EXERCISE OBJECTIVE:
Copy out all lines of the records in which the word "export" appears.

DATA FOR ANALYSIS:
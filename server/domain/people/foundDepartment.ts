import { refuse } from '#shared/errors'
import type { Stores } from '../../db/writer'
import { newId } from '../ids'
import { appendEntry, departmentChain } from '../ledger/appendEntry'
import { addInvited } from './invitePerson'
import { freeDepartmentPseudonym } from './departmentRoles'

/**
 * The first step in an empty installation: one admin, who is invited by mail and lets everybody else in. The house itself stands in the
 * ledger as the one who did it.
 * @throws {DomainError} `already_exists` once there is anybody
 */
export function foundDepartment({ write }: Stores, admin: { name: string, email: string }, now: number): Promise<{ personId: string, roleId: string }> {
  return write(async (trx) => {
    if (await trx.selectFrom('person').select('id').limit(1).executeTakeFirst()) refuse('already_exists', { what: 'The department' })
    const personId = await addInvited(trx, admin, now)
    const roleId = newId(now)
    const house = newId(now)
    await trx.insertInto('actor').values([{ id: house, kind: 'system' }, { id: roleId, kind: 'department_role' }]).execute()
    await trx.insertInto('department_role').values({
      id: roleId, person_id: personId, pseudonym: await freeDepartmentPseudonym(trx), role: 'admin', scope_json: null, until_at: null, state: 'active', created_at: now,
    }).execute()
    await appendEntry(trx, { chain: departmentChain, at: now, actor: house, action: 'department.founded', facts: { personId, roleId, role: 'admin' } })
    return { personId, roleId }
  })
}
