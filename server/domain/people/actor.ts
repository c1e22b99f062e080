import type { CourseRole, DepartmentRoleName } from '../policies'

/** A person as they stand at the moment of a request: looked up anew each time, so that a closed account ends at once. */
export interface Actor {
  personId: string
  displayName: string
  email: string
  /** SHA-256 of the session's token, hex: names the session without being able to use it. */
  sessionId: string
  memberships: readonly ActorMembership[]
  departmentRoles: readonly ActorDepartmentRole[]
}

export interface ActorMembership {
  id: string
  courseId: string
  role: CourseRole
  /** A student's one section; a TA's named sections; empty for lead and instructor, who have all. */
  sectionIds: readonly string[]
}

export interface ActorDepartmentRole {
  id: string
  role: DepartmentRoleName
  scopeJson: string | null
  untilAt: number | null
}

/** The one role in which an action is done. `actorId` is what rows and the ledger name. */
export interface Acting {
  actorId: string
  role: CourseRole | DepartmentRoleName
  courseId: string | null
  sectionIds: readonly string[]
}
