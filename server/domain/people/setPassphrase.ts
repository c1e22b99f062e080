import type { Trx } from '../../db/writer'
import { newId } from '../ids'
import { queueNotice } from '../notices/queueNotice'

/**
 * Stores a passphrase that was hashed before, ends every session but the one named, and tells the person by mail.
 * `credential_epoch` moves, so that a session which slipped in between is no good either.
 */
export async function setPassphrase(trx: Trx, { personId, argon2id, keepSession, why, now }: { personId: string, argon2id: string, keepSession?: Buffer, why: string, now: number }): Promise<void> {
  const { credential_epoch: epoch } = await trx.updateTable('person').set(({ eb }) => ({ credential_epoch: eb('credential_epoch', '+', 1) })).where('id', '=', personId).returning('credential_epoch').executeTakeFirstOrThrow()
  await trx.insertInto('credential').values({ person_id: personId, argon2id, changed_at: now })
    .onConflict(conflict => conflict.column('person_id').doUpdateSet({ argon2id, changed_at: now })).execute()
  if (keepSession) await trx.updateTable('session').set({ credential_epoch: epoch }).where('token_sha256', '=', keepSession).where('person_id', '=', personId).where('ended_at', 'is', null).execute()
  await trx.updateTable('session').set({ ended_at: now, ended_why: why }).where('person_id', '=', personId).where('ended_at', 'is', null).where('credential_epoch', '<', epoch).execute()
  await trx.updateTable('one_time_token').set({ used_at: now }).where('person_id', '=', personId).where('purpose', '=', 'reset').where('used_at', 'is', null).execute()
  await queueNotice(trx, { eventKey: `passphrase_changed:${newId(now)}`, template: 'passphrase_changed', facts: { at: now }, toPersonId: personId, now })
}
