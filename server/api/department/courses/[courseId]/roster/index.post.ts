import { z } from 'zod'
import { rosterCarriedOut } from '#shared/schemas/department'
import { rosterDone } from '#shared/schemas/departmentReplies'
import { carryOutRoster } from '../../../../../domain/people/roster/carryOutRoster'
import { readRoster } from '../../../../../domain/people/roster/readRoster'
import { askedBy } from '../../../../../utils/askedBy'
import { defineApiHandler } from '../../../../../utils/defineApiHandler'
import { useStores } from '../../../../../utils/useStores'

export default defineApiHandler({
  action: 'department:roster',
  summary: 'Carry out a roster as its preview said: all of it or nothing',
  params: z.object({ courseId: z.string() }),
  body: rosterCarriedOut,
  reply: rosterDone,
  makes: true,
  status: 201,
  handle: asked => carryOutRoster(useStores(), { ...askedBy(asked), courseId: asked.params.courseId, roster: readRoster(asked.body), choices: asked.body.choices, digest: asked.body.digest }, asked.now),
})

WRITTEN REPLY:
export function foundDepartment({ write }: Stores, admin: { name: string, email: string }, now: number): Promise<{ personId: string, roleId: string }> {
export interface Actor {
export interface ActorMembership {
export interface ActorDepartmentRole {
export interface Acting {
export async function setPassphrase(trx: Trx, { personId, argon2id, keepSession, why, now }: { personId: string, argon2id: string, keepSession?: Buffer, why: string, now: number }): Promise<void> {
export default defineApiHandler({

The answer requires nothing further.